◆ Prompt:
No line of the records may be dropped; print them all again exactly.

◆ Exercise material:

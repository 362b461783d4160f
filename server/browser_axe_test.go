package main

import (
	"fmt"
	"os"
	"strings"

	"github.com/chromedp/chromedp"
)

// enoughToSee is how many elements with the same fault are shown.
const enoughToSee = 3

// axe looks the page over with axe-core and fails the test on what it calls
// serious or critical. WCAG 2.2 A and AA are what it is asked for.
func (b *tab) axe(page string) {
	b.t.Helper()
	source, err := os.ReadFile("../testdata/axe/axe.min.js")
	if err != nil {
		b.t.Fatal(err)
	}
	if !eval[bool](b, `typeof axe === "object"`) {
		b.do("load axe", chromedp.Evaluate[chromedp.Void](string(source)))
	}
	type violation struct {
		ID     string
		Impact string
		Help   string
		Nodes  []struct {
			HTML   string
			Target []any
			Why    string `json:"failureSummary"`
		}
	}
	found := eval[struct {
		Violations []violation
		Passes     []struct{ ID string }
	}](b, `axe.run({resultTypes: ["violations"]})`)
	if len(found.Passes) == 0 {
		b.t.Errorf("%s: axe passed nothing, so it looked at nothing", page)
	}
	for _, v := range found.Violations {
		var where strings.Builder
		for i, n := range v.Nodes {
			if i == enoughToSee {
				fmt.Fprintf(&where, "\n\tand %d more", len(v.Nodes)-i)
				break
			}
			where.WriteString("\n\t" + n.HTML + "\n\t\t" + strings.ReplaceAll(n.Why, "\n", "\n\t\t"))
		}
		if v.Impact == "serious" || v.Impact == "critical" {
			b.t.Errorf("%s: %s: %s (%s)%s", page, v.Impact, v.Help, v.ID, where.String())
			continue
		}
		b.t.Logf("%s: %s: %s (%s)%s", page, v.Impact, v.Help, v.ID, where.String())
	}
}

◆ Answer section:
repository 362b461783d4160f
filename server/browser_axe_test.go
package main

import (
	"fmt"
	"os"
	"strings"

	"github.com/chromedp/chromedp"
)

// enoughToSee is how many elements with the same fault are shown.
const enoughToSee = 3

// axe looks the page over with axe-core and fails the test on what it calls
// serious or critical. WCAG 2.2 A and AA are what it is asked for.
func (b *tab) axe(page string) {
	b.t.Helper()
	source, err := os.ReadFile("../testdata/axe/axe.min.js")
	if err != nil {
		b.t.Fatal(err)
	}
	if !eval[bool](b, `typeof axe === "object"`) {
		b.do("load axe", chromedp.Evaluate[chromedp.Void](string(source)))
	}
	type violation struct {
		ID     string
		Impact string
		Help   string
		Nodes  []struct {
			HTML   string
			Target []any
			Why    string `json:"failureSummary"`
		}
	}
	found := eval[struct {
		Violations []violation
		Passes     []struct{ ID string }
	}](b, `axe.run({resultTypes: ["violations"]})`)
	if len(found.Passes) == 0 {
		b.t.Errorf("%s: axe passed nothing, so it looked at nothing", page)
	}
	for _, v := range found.Violations {
		var where strings.Builder
		for i, n := range v.Nodes {
			if i == enoughToSee {
				fmt.Fprintf(&where, "\n\tand %d more", len(v.Nodes)-i)
				break
			}
			where.WriteString("\n\t" + n.HTML + "\n\t\t" + strings.ReplaceAll(n.Why, "\n", "\n\t\t"))
		}
		if v.Impact == "serious" || v.Impact == "critical" {
			b.t.Errorf("%s: %s: %s (%s)%s", page, v.Impact, v.Help, v.ID, where.String())
			continue
		}
		b.t.Logf("%s: %s: %s (%s)%s", page, v.Impact, v.Help, v.ID, where.String())
	}
}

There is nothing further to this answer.